That is wild, but also isn’t if you’ve been around a while. If you’ve seen a lot of boxing, you know how these things can go. This is not a defense of those things, just an admission of the reality of it. You know it and I know it. We talked about it plenty in the predictions post where, yes, we all picked Canelo, but I touched on this stuff a bit, and so did others.
Here’s something I said on Friday: “Bivol could win seven or eight rounds on your card or mine, and he’s probably not getting seven or eight rounds on two of three judges’ cards. Canelo is going to be Canelo if you let him. He will come forward, apply smart pressure, do anything he can to rack up damage — if the body and head are protected well enough, he’ll batter your arms until one of them isn’t, stuff like that — and he’ll look confident and in control at all times. I think he’ll get the decision here, and I think there will be plenty of people who argue for Bivol. This really should not be an easy fight for Canelo; if it is, either he’s even better than we think, or Bivol wasn’t as good as we thought.”
I think you can also argue those first four rounds were competitive, and we all know that The Big Star — be it Canelo or another clear A-side in another fight — tends to get the benefit of the doubt.
Personally, I had it 3-1 (39-37) for Bivol after four rounds.
So just for the sake of this conversation, eliminate those first four rounds and look at the next eight.
All three judges gave Canelo the ninth round, which I also gave Canelo. I thought he won that round, not by a ton, but it was really his last gasp at trying to turn the tide of the fight, and he went after it. I thought, and expressed live when scoring the fight in the comments of the live coverage post, that it was a Canelo round, but that he also might have used up pretty much all the gas he had left in the tank.
That’s about how it turned out. Bivol won the 10th through 12th rounds on all three cards, and on mine. And the judges all had rounds five through eight for Bivol, too, as did I.
Dmitry Bivol officially won seven of the final eight rounds against Canelo Alvarez in Las Vegas, as the B-side, as the guy who clearly was not the “cash cow,” isn’t the drawing card, didn’t come in “the superstar.”
While the 115-113 cards are too close for all of us, look at it another way and you can see just how dominant Dmitry Bivol wound up being in this fight.
For the three judges to not go on autopilot — any of them! — after having Canelo up 4-0 to start this fight tells you all you need to know about Bivol tonight.
For there to not be an argument right now about Bivol getting robbed seems almost refreshing, as terrible as that is.
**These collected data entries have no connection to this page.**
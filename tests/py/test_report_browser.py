"""The `flowsift compare --html` report in a real browser.

Headless Chromium (Debian's `chromium` package; installed here with apt-get
when missing, as CI runs as root) loads the report from a file: no console
messages or uncaught errors (read from Chromium's `--enable-logging=stderr`
log lines containing `CONSOLE`/`Uncaught`; a probe page with a deliberate
error checks that this detection works), a screenshot is written, and the
DOM as the browser built it (`--dump-dom`) has the charts, the verdict, the
caution and the method. Expected verdict text and classes: the scenario's
ground truth (`sample-captures/*.truth.json`).

Run: build the binary (`cargo build -p flowsift`), then `pytest tests/py`.
The screenshot goes to $FLOWSIFT_SCREENSHOT_DIR (default: pytest's tmp dir).
"""

import json
import os
import pathlib
import re
import shutil
import subprocess

import pytest
from flowsift_cli import flowsift_bin

ROOT = pathlib.Path(__file__).resolve().parents[2]
SAMPLES = ROOT / "sample-captures"
WINDOW = "2026-11-30T00:50:00Z..2026-11-30T01:10:00Z"



@pytest.fixture(scope="module")
def chromium():
    path = shutil.which("chromium")
    if path is None:
        if os.geteuid() != 0:
            pytest.skip("chromium is not installed and installing it needs root")
        env = dict(os.environ, DEBIAN_FRONTEND="noninteractive")
        subprocess.run(["apt-get", "update"], check=True, env=env, capture_output=True, timeout=600)
        subprocess.run(["apt-get", "install", "-y", "chromium"], check=True, env=env, capture_output=True, timeout=1200)
        path = shutil.which("chromium")
    assert path, "chromium not found after installing"
    return path


def browse(chromium, page: pathlib.Path, profile: pathlib.Path, *mode):
    """Runs headless Chromium on a file; returns (stdout, console lines)."""
    proc = subprocess.run(
        [
            chromium,
            "--headless",
            "--no-sandbox",
            "--disable-gpu",
            "--disable-background-networking",
            "--disable-component-update",
            "--disable-sync",
            "--no-first-run",
            f"--user-data-dir={profile}",
            "--enable-logging=stderr",
            "--v=0",
            *mode,
            page.as_uri(),
        ],
        capture_output=True,
        text=True,
        timeout=180,
    )
    assert proc.returncode == 0, proc.stderr[-2000:]
    console = [line for line in proc.stderr.splitlines() if "CONSOLE" in line or "Uncaught" in line]
    return proc.stdout, console


@pytest.fixture(scope="module")
def report(tmp_path_factory):
    out = tmp_path_factory.mktemp("report") / "window-report.html"
    proc = subprocess.run(
        [flowsift_bin(), "compare", str(SAMPLES / "regional-carrier.pcapng"), "--window", WINDOW,
         "--html", str(out), "--format", "json"],
        capture_output=True, text=True, timeout=300,
    )
    assert proc.returncode == 0, proc.stderr
    return out, json.loads(proc.stdout)


def test_console_detection_works(chromium, tmp_path):
    """A probe page with console.error and an uncaught error is caught."""
    probe = tmp_path / "probe.html"
    probe.write_text('<!DOCTYPE html><p>x</p><script>console.error("probe"); missingFn();</script>')
    _, console = browse(chromium, probe, tmp_path / "profile", "--dump-dom")
    assert any("probe" in line for line in console), console
    assert any("Uncaught" in line for line in console), console


def test_report_is_self_contained(report):
    """No scripts and no references that would fetch anything."""
    html = report[0].read_text()
    assert "<script" not in html
    assert not re.search(r"""(?:src|href)\s*=\s*["'](?!#)""", html)
    assert "http://" not in html.replace("http://www.w3.org", "") and "https://" not in html
    assert "@import" not in html


def test_report_in_chromium(chromium, report, tmp_path):
    page, result = report
    shots = pathlib.Path(os.environ.get("FLOWSIFT_SCREENSHOT_DIR", tmp_path))
    shots.mkdir(parents=True, exist_ok=True)
    png = shots / "compare-report.png"
    _, console = browse(chromium, page, tmp_path / "p1", f"--screenshot={png}", "--window-size=1280,1600")
    assert console == [], console
    assert png.exists() and png.stat().st_size > 10_000
    assert png.read_bytes()[:8] == b"\x89PNG\r\n\x1a\n"

    dom, console = browse(chromium, page, tmp_path / "p2", "--dump-dom")
    assert console == [], console
    # Verdict first, with the ground truth's persistent episodes named.
    assert dom.index('id="verdict"') < dom.index('id="chart-reasons"')
    assert "STILL DROPPING" in dom
    truth = json.loads((SAMPLES / "regional-carrier.pcapng.truth.json").read_text())
    evidence = dom[dom.index('id="evidence"'):dom.index("</ul>", dom.index('id="evidence"'))]
    for episode in truth["episodes"]:
        assert f"{episode['observationDomainId']} · {episode['why']}: {episode['expectedClass']}" in evidence
    # Chart elements: the rate chart with the window shaded and one series
    # per reason, the period bars, one small series per top value.
    assert dom.count('class="window"') >= 1 + dom.count('class="spark"')
    for reason in result["reasons"]:
        assert f'data-reason="{reason["reason"]}"' in dom
    assert 'id="chart-periods"' in dom
    assert dom.count('class="bar bar-during"') == min(8, len(result["values"]))
    assert dom.count('class="spark"') == min(8, len(result["values"]))
    assert "maintenance window" in dom
    # Caution, thresholds and method with its sources.
    assert "estimates from sampled flow exports" in dom and "operator decides" in dom
    assert "stable buckets" in dom and "min increase" in dom
    assert "Wilson" in dom and "7.3.3" in dom and "Cochran" in dom


def test_report_prints(chromium, report, tmp_path):
    """Chromium's print path (print styles) yields a PDF without console errors."""
    pdf = tmp_path / "compare-report.pdf"
    _, console = browse(chromium, report[0], tmp_path / "p3", f"--print-to-pdf={pdf}", "--no-pdf-header-footer")
    assert console == [], console
    data = pdf.read_bytes()
    assert data[:5] == b"%PDF-" and len(data) > 10_000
Because that’s the reality of boxing. It’s not going to change. It never has and it almost certainly never really will.
I have long hated the argument of, “Well, at least the right guy won,” on fights that are scored badly, and I still do.
The thing that sucks about that is, OK, so a guy won 7-5 in a fight where we pretty much all think it should have been wider. What happens next time, with that same judge or judges, when 7-5 becomes 6-6 or 5-7, and someone’s whole career gets jacked up by bad scores?
Jack Catterall is out there not holding all four belts in the junior welterweight division, which he deserves, and now doesn’t even have an in to fight for a vacant title, because two out of three judges in Glasgow flat-out got it wrong.
But just for a second, I want to take a deep breath and be glad that we’re not raging and thrashing about an absolutely absurd draw or worse. We came way too close, but for just a moment, just right now ... “at least the right guy won.”